Glucocorticoids are the primary anti-inflammatory therapy for asthma, but their effects are characterized by some interindividual variability that might have a genetic basis.
We aimed to determine the relationship between pulmonary function change and the variant of the glucocorticoid-induced transcript 1 (GLCCI1) gene in patients with asthma receiving long-term ICS treatment, the association of GLCCI1 genotypes and the level of GLCCI1 expression and cytokines production.
A total of 418 patients with asthma, including 25 individuals from 11 families with a history of asthma, were enrolled. The effects of single-nucleotide polymorphisms (SNPs) in GLCCI1 on changes in lung function in response to inhaled glucocorticoids were assessed. The expression levels of GLCCI1 mRNA and cytokines were also measured.

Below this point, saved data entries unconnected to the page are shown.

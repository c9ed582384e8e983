"""The command line: help for every command, exit codes, Error:/Hint: lines."""
from __future__ import annotations

import subprocess
import sys
from pathlib import Path

import pytest
import typer.main

from fleetwatch.cli import app

ROOT = Path(__file__).resolve().parents[1]


def run(*args: str, cwd: Path | None = None) -> subprocess.CompletedProcess:
    return subprocess.run([sys.executable, "-m", "fleetwatch", *args], capture_output=True,
                          text=True, cwd=cwd, timeout=120)


def _commands() -> dict:
    return typer.main.get_command(app).commands


def test_every_command_has_help_and_a_readme_entry():
    readme = (ROOT / "README.md").read_text(encoding="utf-8")
    cmds = _commands()
    assert {"init", "simulate", "demo"} <= set(cmds)
    for name, cmd in cmds.items():
        assert (cmd.help or "").strip(), f"command {name} has no help text"
        for p in cmd.params:
            if isinstance(p, __import__("click").Option):
                assert (p.help or "").strip(), f"option {p.name} of {name} has no help"
        assert f"fleetwatch {name}" in readme, f"command {name} is not in the README"


def test_top_level_help_lists_commands():
    r = run("--help")
    assert r.returncode == 0
    for name in _commands():
        assert name in r.stdout


@pytest.mark.parametrize("name", sorted(_commands()))
def test_command_help_exits_zero(name):
    r = run(name, "--help")
    assert r.returncode == 0, r.stderr
    assert "Usage" in r.stdout


def test_unknown_option_is_a_usage_error():
    r = run("init", "--no-such-option")
    assert r.returncode == 2
    assert "Traceback" not in r.stderr


def test_init_writes_config_and_refuses_to_overwrite(tmp_path):
    r = run("init", str(tmp_path / "proj"))
    assert r.returncode == 0, r.stderr
    assert (tmp_path / "proj" / "fleetwatch.toml").is_file()
    r = run("init", str(tmp_path / "proj"))
    assert r.returncode == 2
    lines = r.stderr.strip().splitlines()
    assert lines[0] == f"Error: {tmp_path / 'proj' / 'fleetwatch.toml'} already exists"
    assert lines[1].startswith("Hint: ")
    assert "Traceback" not in r.stderr


def test_python_dash_m_and_version():
    r = run("--version")
    assert r.returncode == 0 and r.stdout.strip() == __import__("fleetwatch").__version__
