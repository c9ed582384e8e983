"""Theil-Sen trends and time to limit (fleetwatch.models.trend).

Check values: domain.md section 6 #11-#14, recomputed there with scipy 1.17.1; every slope
and interval is also compared with ``scipy.stats.theilslopes`` itself (SciPy docs: returns
slope, intercept, low_slope, high_slope; 'joint' intercept = median(y - slope*x)).
"""
from __future__ import annotations

import datetime as dt
import time

import numpy as np
import polars as pl
import pytest
from scipy.stats import theilslopes

from fleetwatch.models import WearTrend, theil_sen_asof
from fleetwatch.models.trend import TREND_COLUMNS

D0 = dt.date(2026, 6, 1)


def _frame(series: dict[str, list[float | None]], indicator: str = "slip_at_load",
           start: dt.date = D0, extra: dict | None = None) -> pl.DataFrame:
    rows = []
    for uid, ys in series.items():
        for k, y in enumerate(ys):
            r = {"unit_id": uid, "day": start + dt.timedelta(days=k), indicator: y}
            for col, val in (extra or {}).items():
                r[col] = val
            rows.append(r)
    return pl.DataFrame(rows, schema_overrides={indicator: pl.Float64})


def _fit_full(x, y, confidence=0.95):
    r = theil_sen_asof(x, y, [x[-1]], window=1e9, confidence=confidence)
    return r["slope"][0], r["intercept"][0], r["low"][0], r["high"][0]


# ------------------------------------------------------------------ check values (scipy)
def test_check_value_11_outlier():
    """domain.md 6 #11: x 1..5, y [1,2,3,4,50] -> slope 1, intercept 0, 95 % CI [1, 46]
    (scipy.stats.theilslopes)."""
    x, y = np.arange(1.0, 6.0), np.array([1, 2, 3, 4, 50.0])
    got = _fit_full(x, y, 0.95)
    assert got == pytest.approx((1.0, 0.0, 1.0, 46.0), abs=1e-12)
    assert got == pytest.approx(tuple(theilslopes(y, x, 0.95, method="joint")), abs=1e-12)


def test_check_value_12_outlier_at_end():
    """domain.md 6 #12: x 0..9, y = 2x + 1 with y[9] = 100 -> slope 2, intercept 1 (scipy)."""
    x = np.arange(10.0)
    y = 2 * x + 1
    y[9] = 100
    slope, icpt, _, _ = _fit_full(x, y)
    assert (slope, icpt) == pytest.approx((2.0, 1.0), abs=1e-12)


def test_check_values_13_14_time_to_threshold():
    """domain.md 6 #13/#14 (scipy): slip = 1.0 + 0.1*week, threshold 3.0 -> crossing at
    week 20; with y[5] = 2.5 the 'joint' intercept stays 1.0 (crossing 20.0) while
    'separate' gives 1.1 (19.0). The model uses 'joint', so the forecast stays 20."""
    w = np.arange(12.0)
    y = 1.0 + 0.1 * w
    for bump in (False, True):
        yy = y.copy()
        if bump:
            yy[5] = 2.5
        slope, icpt, _, _ = _fit_full(w, yy)
        assert slope == pytest.approx(0.1, abs=1e-12)
        assert icpt == pytest.approx(1.0, abs=1e-12)
        assert (3.0 - icpt) / slope == pytest.approx(20.0, abs=1e-9)
    sep = theilslopes(yy, w, method="separate")
    assert sep.intercept == pytest.approx(1.1) and (3.0 - sep.intercept) / sep.slope == \
        pytest.approx(19.0)
    # Same case through WearTrend, in days and slip fractions: as of day 11 the level is
    # 0.021 and the 0.03 limit is 9 days away (crossing on day 20).
    ys = list(0.01 + 0.001 * w)
    ys[5] = 0.025
    tr = WearTrend(indicators=("slip_at_load",), slip_limit=0.03, min_days=7,
                   window_days=60).fit(_frame({"u": ys})).predict(_frame({"u": ys}))
    last = tr.filter(pl.col("as_of") == D0 + dt.timedelta(days=11)).row(0, named=True)
    assert last["slope_per_day"] == pytest.approx(0.001, abs=1e-12)
    assert last["level_now"] == pytest.approx(0.021, abs=1e-12)
    assert last["days_to_limit"] == pytest.approx(9.0, abs=1e-9)
    assert last["n_days"] == 12 and last["since"] == D0


@pytest.mark.parametrize("seed", [0, 1, 2])
@pytest.mark.parametrize("window", [10, 42, 1000])
def test_moving_windows_match_scipy(seed, window):
    """Every as-of fit equals scipy.stats.theilslopes(method='joint', alpha=0.9) on the
    same window, including ties in y (rounded values) and missing days."""
    rng = np.random.default_rng(seed)
    x = np.sort(rng.choice(150, 110, replace=False)).astype(float)
    y = 0.02 * x + rng.normal(0, 0.5, x.size)
    if seed == 0:
        y = np.round(y, 1)          # many ties: exercises Sen's tie correction
    t = np.arange(150.0)
    res = theil_sen_asof(x, y, t, window=window, confidence=0.9)
    checked = 0
    for i, ti in enumerate(t):
        w = (x <= ti) & (x > ti - window)
        if w.sum() < 2:
            assert np.isnan(res["slope"][i])
            continue
        ref = theilslopes(y[w], x[w], 0.9, method="joint")
        got = (res["slope"][i], res["intercept"][i], res["low"][i], res["high"][i])
        assert got == pytest.approx(tuple(ref), abs=1e-12), ti
        assert res["n"][i] == w.sum()
        checked += 1
    assert checked > 100


# ------------------------------------------------------------------ forecasts
def test_no_crossing_when_lower_bound_not_above_zero():
    rng = np.random.default_rng(3)
    ys = list(0.015 + rng.normal(0, 0.001, 40))
    tr = WearTrend(indicators=("slip_at_load",)).fit(_frame({"u": ys})).predict(_frame({"u": ys}))
    last = tr.sort("as_of").row(-1, named=True)
    assert last["slope_low"] <= 0
    assert last["days_to_limit"] is None and last["days_to_limit_high"] is None
    assert last["note"] == "no crossing predicted"


def test_forecast_capped_at_twice_the_data_span():
    # 10 days of data rising 0.0001/day from 0.01: the 0.05 limit is 390 days away, far
    # beyond 2 x 9 days of span -> no forecast.
    ys = [0.01 + 0.0001 * k for k in range(10)]
    tr = WearTrend(indicators=("slip_at_load",), min_days=7).fit(_frame({"u": ys})) \
        .predict(_frame({"u": ys}))
    last = tr.sort("as_of").row(-1, named=True)
    assert last["slope_low"] > 0
    assert last["days_to_limit"] is None
    assert last["note"].startswith("beyond forecast range")


def test_interval_brackets_the_median_and_limit_reached_is_zero():
    rng = np.random.default_rng(5)
    k = np.arange(40)
    ys = list(0.01 + 0.001 * k + rng.normal(0, 0.0005, k.size))
    tr = WearTrend(indicators=("slip_at_load",)).fit(_frame({"u": ys})).predict(_frame({"u": ys}))
    ok = tr.filter(pl.col("days_to_limit").is_not_null() & (pl.col("days_to_limit") > 0))
    assert ok.height > 5
    assert (ok["days_to_limit_low"] <= ok["days_to_limit"]).all()
    assert (ok["days_to_limit"] <= ok["days_to_limit_high"].fill_null(np.inf)).all()
    # after the level passes 0.05 (day ~40 at 0.001/day from 0.01) -> 0 and a note
    ys2 = list(0.01 + 0.0015 * k)
    f2 = _frame({"u": ys2})
    tr2 = WearTrend(indicators=("slip_at_load",)).fit(f2).predict(f2)
    over = tr2.filter(pl.col("level_now") >= 0.05)
    assert over.height > 0 and (over["days_to_limit"] == 0).all()
    assert (over["note"] == "at or above limit").all()


def test_min_trend_days_and_columns():
    ys = [0.01, 0.011, 0.012, 0.013, 0.014, 0.015, None, None, 0.018]
    tr = WearTrend(indicators=("slip_at_load",), min_days=7).fit(_frame({"u": ys})) \
        .predict(_frame({"u": ys}))
    assert tr.columns == TREND_COLUMNS
    # 7 days with data only on day index 8; as of days 6 and 7 there are 6 values
    assert tr["as_of"].to_list() == [D0 + dt.timedelta(days=8)]
    assert tr["n_days"].to_list() == [7]


def test_no_look_ahead():
    """Trends as of day d are the same whether or not later days are in the frame."""
    rng = np.random.default_rng(11)
    ys = list(0.012 + 0.0004 * np.arange(60) + rng.normal(0, 0.0008, 60))
    full = WearTrend(indicators=("slip_at_load",)).fit(_frame({"u": ys})).predict(_frame({"u": ys}))
    part_frame = _frame({"u": ys[:35]})
    part = WearTrend(indicators=("slip_at_load",)).fit(part_frame).predict(part_frame)
    cut = full.filter(pl.col("as_of") < D0 + dt.timedelta(days=35))
    assert cut.height == part.height > 0
    assert cut.equals(part)


def test_wear_reset_restarts_the_trend():
    ys = [0.01 + 0.0008 * k for k in range(30)] + [0.011 + 0.00001 * k for k in range(20)]
    ud = _frame({"u": ys})
    maint = pl.DataFrame({"unit_id": ["u"], "ts": [dt.datetime(2026, 6, 30, 9, 0,
                                                               tzinfo=dt.timezone.utc)],
                          "action": ["roller replaced"], "resets_wear": [True]})
    tr = WearTrend(indicators=("slip_at_load",)).fit(ud, maint).predict(ud, maint)
    # the action at 09:00 on day 29 leaves that day mixed: the new segment starts on day 30
    new_start = D0 + dt.timedelta(days=30)
    after = tr.filter(pl.col("as_of") >= new_start)
    assert after["since"].min() == new_start
    assert after["as_of"].min() == new_start + dt.timedelta(days=6)     # 7 days of data
    assert (after["slope_per_day"].abs() < 1e-4).all()
    before = tr.filter(pl.col("as_of") < new_start)
    assert before["slope_per_day"].to_list()[-1] == pytest.approx(0.0008)


def test_creep_b_limit_is_implied_by_the_slip_limit():
    """slip at rated load = a + b*load_ref reaches slip_limit at b = (limit - a_ref)/load_ref."""
    n = 30
    ud = _frame({"u": [0.010 + 0.0002 * k for k in range(n)]}, indicator="creep_b",
                extra={"creep_a": 0.004})
    m = WearTrend(indicators=("creep_b", "power_resid_pct"), slip_limit=0.05,
                  load_ref_nm=2.0).fit(ud)
    tr = m.predict(ud)
    assert tr["limit"].unique().to_list() == [pytest.approx((0.05 - 0.004) / 2.0)]
    assert "power_resid_pct" not in tr["indicator"].to_list()   # column absent: skipped


def test_power_residual_has_no_limit():
    ud = _frame({"u": [float(k) for k in range(20)]}, indicator="power_resid_pct")
    tr = WearTrend(indicators=("power_resid_pct",)).fit(ud).predict(ud)
    assert tr["limit"].null_count() == tr.height
    assert tr["days_to_limit"].null_count() == tr.height
    assert (tr["note"] == "no limit (trend only)").all()


def test_speed_24_units_120_days_3_indicators():
    rng = np.random.default_rng(0)
    rows = []
    for u in range(24):
        for d in range(120):
            rows.append({"unit_id": f"U{u:02d}", "day": D0 + dt.timedelta(days=d),
                         "slip_at_load": 0.015 + 1e-4 * d + rng.normal(0, 1e-3),
                         "creep_a": 0.004 + rng.normal(0, 3e-4),
                         "creep_b": 0.011 + rng.normal(0, 5e-4),
                         "power_resid_pct": rng.normal(0, 2)})
    ud = pl.DataFrame(rows)
    t0 = time.process_time()
    tr = WearTrend().fit(ud).predict(ud)
    cpu = time.process_time() - t0
    assert tr.height == 24 * 3 * (120 - 6)
    assert cpu < 6.0, f"trend fits took {cpu:.1f} s of CPU"
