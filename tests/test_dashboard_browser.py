"""The dashboard in a real browser: ``fleetwatch dashboard`` in a subprocess, driven by
Playwright with Debian's Chromium. Screenshots go to $FLEETWATCH_SCREENSHOTS (else tmp_path).

Without Chromium or Playwright the test is skipped locally and fails in CI (CI=true).
"""
from __future__ import annotations

import os
import re
import signal
import socket
import subprocess
import sys
import threading
import time
import urllib.request
from pathlib import Path

import pytest

from fleetwatch import dashboard as dash
from dashboard_project import ROOT, expected_status, free_port, simulated_fleet

pytestmark = pytest.mark.browser

CHROMIUM = (Path("/usr/lib/chromium/chromium"), Path("/usr/bin/chromium"))
ARGS = ["--headless", "--no-sandbox", "--disable-gpu", "--disable-background-networking",
        "--disable-component-update", "--disable-sync", "--no-first-run"]
CHART = '[data-testid="stVegaLiteChart"] canvas, [data-testid="stVegaLiteChart"] svg'
IDLE = "() => !document.querySelector('[data-testid=\"stStatusWidget\"]')"
# read at import: conftest clears FLEETWATCH_* variables before each test runs
SCREENSHOTS = os.environ.get("FLEETWATCH_SCREENSHOTS")


def chromium_or_skip() -> Path:
    exe = next((p for p in CHROMIUM if p.exists()), None)
    try:
        import playwright.sync_api  # noqa: F401
        have_pw = True
    except ImportError:
        have_pw = False
    if exe is None or not have_pw:
        why = ("Debian chromium is not installed (apt-get install -y chromium)" if exe is None
               else "playwright is not installed (pip install '.[test]')")
        if os.environ.get("CI") == "true":
            pytest.fail(f"browser test needs a browser in CI: {why}")
        pytest.skip(why)
    return exe


class Server:
    """``python -m fleetwatch --project P dashboard --port N`` and what it printed."""

    def __init__(self, project: Path, port: int):
        self.port = port
        self.lines: list[str] = []
        # the server imports this checkout's fleetwatch, not an installed copy (which may
        # be older): the test is about the code under test
        env = dict(os.environ)
        env["PYTHONPATH"] = os.pathsep.join(
            [str(ROOT)] + [p for p in env.get("PYTHONPATH", "").split(os.pathsep) if p])
        self.proc = subprocess.Popen(
            [sys.executable, "-m", "fleetwatch", "--project", str(project), "dashboard",
             "--port", str(port)],
            stdout=subprocess.PIPE, stderr=subprocess.STDOUT, text=True, bufsize=1, env=env)
        threading.Thread(target=self._pump, daemon=True).start()

    def _pump(self) -> None:
        for line in self.proc.stdout:
            self.lines.append(line.rstrip())

    def wait_ready(self, timeout_s: float = 60) -> str:
        deadline = time.monotonic() + timeout_s
        while time.monotonic() < deadline:
            assert self.proc.poll() is None, "\n".join(self.lines)
            url = next((m.group(0) for ln in self.lines
                        if (m := re.search(r"http://127\.0\.0\.1:\d+", ln))), None)
            if url:
                try:
                    with urllib.request.urlopen(url + "/_stcore/health", timeout=2) as r:
                        if r.read() == b"ok":
                            return url
                except OSError:
                    pass
            time.sleep(0.2)
        raise AssertionError("dashboard did not come up:\n" + "\n".join(self.lines))

    def stop(self) -> int:
        self.proc.send_signal(signal.SIGTERM)
        return self.proc.wait(timeout=20)


@pytest.fixture(scope="module")
def served(tmp_path_factory):
    exe = chromium_or_skip()
    root, key = simulated_fleet(tmp_path_factory)
    server = Server(root, free_port())
    try:
        url = server.wait_ready()
        yield exe, url, (key, expected_status(root)), server
    finally:
        if server.proc.poll() is None:
            server.stop()


@pytest.fixture
def shots(tmp_path) -> Path:
    d = Path(SCREENSHOTS or tmp_path / "screenshots")
    d.mkdir(parents=True, exist_ok=True)
    return d


def settle(page, title: str, charts: int = 0, last: str | None = None,
           timeout_ms: int = 60000) -> None:
    """Wait until the page titled ``title`` is shown with at least ``charts`` charts drawn and
    its ``last`` element (a selector) present, and its script run is over."""
    page.wait_for_selector(f'[data-testid="stMain"] h1:has-text("{title}")', timeout=timeout_ms)
    if last:
        page.wait_for_selector(last, timeout=timeout_ms)
    page.wait_for_function(IDLE, timeout=timeout_ms)
    if charts:
        page.wait_for_function(
            f"() => document.querySelectorAll('{CHART}').length >= {charts}",
            timeout=timeout_ms)
    page.wait_for_function(IDLE, timeout=timeout_ms)


def test_every_page_in_a_real_browser(served, shots):
    from playwright.sync_api import sync_playwright

    exe, url, (key, status), server = served
    # the CLI printed the address, on this machine only
    assert any(f"at {url}" in ln for ln in server.lines), server.lines
    worn = next(u for u, t in key["units"].items() if t["condition"].startswith("wear"))
    counts = {s: list(status.values()).count(s) for s in ("normal", "watch", "alert")}
    with sync_playwright() as p:
        browser = p.chromium.launch(executable_path=str(exe), args=ARGS)
        page = browser.new_page(viewport={"width": 1400, "height": 2400})
        errors: list[str] = []
        page.on("pageerror", lambda e: errors.append(str(e)))

        # Fleet: counts with words, the table, the distribution chart
        page.goto(url + "/", wait_until="domcontentloaded")     # Fleet is the home page
        settle(page, "Fleet", charts=1)
        metrics = [m.split() for m in page.get_by_test_id("stMetric").all_inner_texts()]
        shown = {" ".join(m[:-1]): int(m[-1]) for m in metrics}
        assert shown == {dash.status_label(s): n for s, n in counts.items()}, metrics
        # the table can arrive after the metrics on a busy machine: wait for it, then count
        page.get_by_test_id("stDataFrame").first.wait_for(state="visible", timeout=60_000)
        assert page.get_by_test_id("stDataFrame").count() == 1
        assert "qualified people decide" in page.get_by_test_id("stSidebar").inner_text()
        page.screenshot(path=str(shots / "1-fleet.png"))

        # choose a unit: it opens on the Unit page with its charts
        box = page.get_by_test_id("stSelectbox").filter(has_text="Open a unit")
        box.click()
        page.get_by_role("option", name=worn, exact=True).click()
        # the choice reruns the page, which points the "Open unit" link at the unit
        link = page.locator(f'[data-testid="stPageLink-NavLink"][href$="unit={worn}"]')
        link.wait_for(timeout=60000)
        page.wait_for_function(IDLE)
        link.click()
        page.wait_for_url(re.compile(rf"/unit\?unit={worn}$"), timeout=60000)
        settle(page, "Unit", charts=1)   # one view: slip, creep, operation, health
        # st.html's code is fetched on its first use: its elements can follow the charts
        page.locator("table.fw-table").first.wait_for(timeout=60000)
        body = page.get_by_test_id("stMain").inner_text()
        assert dash.status_label(status[worn]) in body and "Wear" in body
        # the short tables are static HTML (kept by st.html's sanitiser, styled): status
        # words in their status colour
        assert "Status changes and their reasons" in body
        assert page.locator("table.fw-table").count() >= 1
        word = page.locator("table.fw-table span").first
        assert word.inner_text() in {dash.status_label(s) for s in counts}
        assert word.evaluate("e => getComputedStyle(e).fontWeight") == "600"
        page.screenshot(path=str(shots / "2-unit.png"))

        # Events
        page.goto(url + "/events", wait_until="domcontentloaded")
        settle(page, "Events", charts=1, last='button:has-text("Download CSV")')
        assert re.search(r"\d+ events from", page.get_by_test_id("stMain").inner_text())
        assert page.get_by_role("button", name="Download CSV").is_enabled()
        page.screenshot(path=str(shots / "3-events.png"))

        # SQL: a query and its result, then a refused write
        page.goto(url + "/sql", wait_until="domcontentloaded")
        settle(page, "SQL", last='button:has-text("Run query")')
        query = page.get_by_label("Query")
        query.fill("SELECT unit_id, status FROM health WHERE day = (SELECT max(day) FROM "
                   "health) ORDER BY unit_id")
        page.get_by_role("button", name="Run query").click()
        page.wait_for_selector("text=rows, 2 columns", timeout=60000)
        settle(page, "SQL")
        main = page.get_by_test_id("stMain").inner_text()
        assert f"{len(status)} rows, 2 columns" in main
        page.screenshot(path=str(shots / "4-sql.png"))
        query.fill("CREATE TABLE t AS SELECT 1")
        page.get_by_role("button", name="Run query").click()
        page.get_by_test_id("stAlertContentError").wait_for(timeout=30000)
        page.screenshot(path=str(shots / "5-sql-refused.png"))

        # Reports
        page.goto(url + "/reports", wait_until="domcontentloaded")
        settle(page, "Reports", last='button:has-text("Build the weekly report")')
        assert "Build the weekly report" in page.get_by_test_id("stMain").inner_text()
        page.screenshot(path=str(shots / "6-reports.png"))
        browser.close()
    assert not errors, errors
    for name in ("1-fleet", "2-unit", "3-events", "4-sql", "5-sql-refused", "6-reports"):
        assert (shots / f"{name}.png").stat().st_size > 10_000

    # stopping the CLI process by its pid stops the server and frees the port
    assert server.stop() == 0
    with socket.socket() as s:
        assert s.connect_ex(("127.0.0.1", server.port)) != 0
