"""The table store: a folder of Delta tables, read through DuckDB.

Layout::

    <lake>/<table>/            one Delta table per name (telemetry partitioned by day)
    <lake>/_fleetwatch/writer.lock        the single-writer lock (JSON: pid, host, purpose, since)
    <lake>/_fleetwatch/pending/<batch_id> an ingest batch that has started and not yet committed

Consistency (design.md section 4 and 6). An ingest batch writes its rows in several Delta
commits (one per chunk, to bound memory) and its ``batches`` ledger row last. Readers must
never see part of a batch, so a reader takes its snapshot in this order: the ledger, then
the data tables, then the list of pending batches and the ledger version again. When no
batch is pending and the ledger did not move, the snapshot is exactly a committed state and
is used as is. Otherwise rows whose ``batch_id`` carries the ingest prefix and is not in the
ledger snapshot are filtered out. A batch killed half way leaves its pending marker behind;
the next writer deletes its rows (``recover``) before doing anything else.

deltalake panics in forked children: use subprocesses or the ``spawn`` start method.
"""
from __future__ import annotations

import json
import math
import os
import re
import socket
import threading
import time
import warnings
from contextlib import contextmanager
from datetime import datetime, timezone
from pathlib import Path
from typing import TYPE_CHECKING, Any, Iterator

import polars as pl
import pyarrow as pa
import pyarrow.compute as pc
import pyarrow.fs as pafs

if TYPE_CHECKING:  # imported where used: an ingest needs neither (about 0.5 s of start-up)
    import duckdb
    import pyarrow.dataset as pds

from .errors import LakeError, LockHeldError
from .schema import TABLES

__all__ = ["Lake", "StaleLockWarning", "compact_lake", "arrow_schema", "polars_schema",
           "INGEST_BATCH_PREFIX", "GATED_TABLES"]
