def test_weekly_motor_sums_add_the_days_in_a_fixed_order():
    rng = np.random.default_rng(3)
    days = [dt.date(2026, 6, 1) + dt.timedelta(days=i) for i in range(9)]
    d = pl.DataFrame({"unit_id": ["U1"] * 9, "day": days,
                      **{c: rng.normal(size=9) * 1e3 for c in
                         ("s_ii", "s_iw", "s_ww", "s_vi", "s_vw", "s_vv")},
                      "n": rng.integers(1, 100, 9), "n_temp": rng.integers(0, 5, 9)}
                     ).with_columns(week_start=pl.col("day").dt.truncate("1w"))
    w = fits.motor_week_sums(d)
    assert w["week_start"].to_list() == [dt.date(2026, 6, 1), dt.date(2026, 6, 8)]
    assert w["n"].to_list() == [int(d["n"][:7].sum()), int(d["n"][7:].sum())]
    # shuffled day rows give the same sums bit for bit (a split week adds up the same)
    w2 = fits.motor_week_sums(d.sample(fraction=1.0, shuffle=True, seed=1))
    assert w2.equals(w)
    assert w["s_vv"][0] == sum(d["s_vv"].to_list()[:7])


# ---------------------------------------------------------------- segments and creep
def _first(units=("U1",)):
    return pl.DataFrame({"unit_id": list(units), "first_ts": [T0] * len(units)}).with_columns(
        pl.col("first_ts").dt.cast_time_unit("us"))


def test_segments_restart_the_reference_after_a_wear_reset():
    maint = pl.DataFrame({"unit_id": ["U1", "U1", "U1"],
                          "ts": [T0 - dt.timedelta(days=3), T0 + dt.timedelta(days=20),
                                 T0 + dt.timedelta(days=30)],
                          "resets_wear": [True, True, False]}).with_columns(
        pl.col("ts").dt.cast_time_unit("us"))
    seg = fits.unit_segments(_first(), maint, reference_days=14)
    assert seg.height == 2                         # the reset before the data is ignored
    assert seg["ref_start"].to_list() == [T0, T0 + dt.timedelta(days=20)]
    assert seg["seg_end"][0] == T0 + dt.timedelta(days=20)
    probe = pl.DataFrame({"unit_id": ["U1"] * 4,
                          "t": [T0 + dt.timedelta(days=d) for d in (1, 15, 21, 40)]})
    got = fits.assign_segments(probe, seg, "t").sort("t")
    assert got["in_reference"].to_list() == [True, False, True, False]


def _windows(days, bins, rng, b_scale=lambda day: 1.0, a_shift=lambda day: 0.0):
    """Steady windows of one unit: per ratio bin its own spin offset and compliance."""
    rows = []
    for d in range(days):
        for k in range(60):
            ratio, a_bin, b_bin = bins[k % len(bins)]
            load = rng.uniform(0.3, 2.0)
            slip = a_bin + a_shift(d) + b_bin * b_scale(d) * load + rng.normal(0, 2e-4)
            rows.append((T0 + dt.timedelta(days=d, minutes=10 * k), ratio, load, slip))
    df = pl.DataFrame(rows, schema=["window_start", "ratio_cmd_mean", "load_mean", "slip_mean"],
                      orient="row")
    return df.with_columns(unit_id=pl.lit("U1"), day=pl.col("window_start").dt.date(),
                           steady_samples=pl.lit(10), load_source=pl.lit("motor_model"),
                           window_start=pl.col("window_start").dt.cast_time_unit("us"))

The SNP rs37973 in GLCCI1 was independently associated with changes in forced expiratory volume at one second (FEV1) and FEV1%pred. Individuals homozygous for the wild-type allele who had a percent FEV1 change greater than 5% were more common than individuals homozygous for the rare allele. When patients were stratified according to genotype, GLCCI1 expression was enhanced upon administration of low-dose dexamethasone among patients with the rs37973 A allele; however, GG homozygotes required high-dose dexamethasone to achieve enhanced GLCCI1 expression. Furthermore, the levels of some cytokines were significantly reduced after glucocorticoid treatment in individuals with the AA and AG genotypes.
The genetic variant rs37973 in GLCCI1 is associated with poorer clinical therapeutic response to inhaled glucocorticoids in a Chinese asthma population.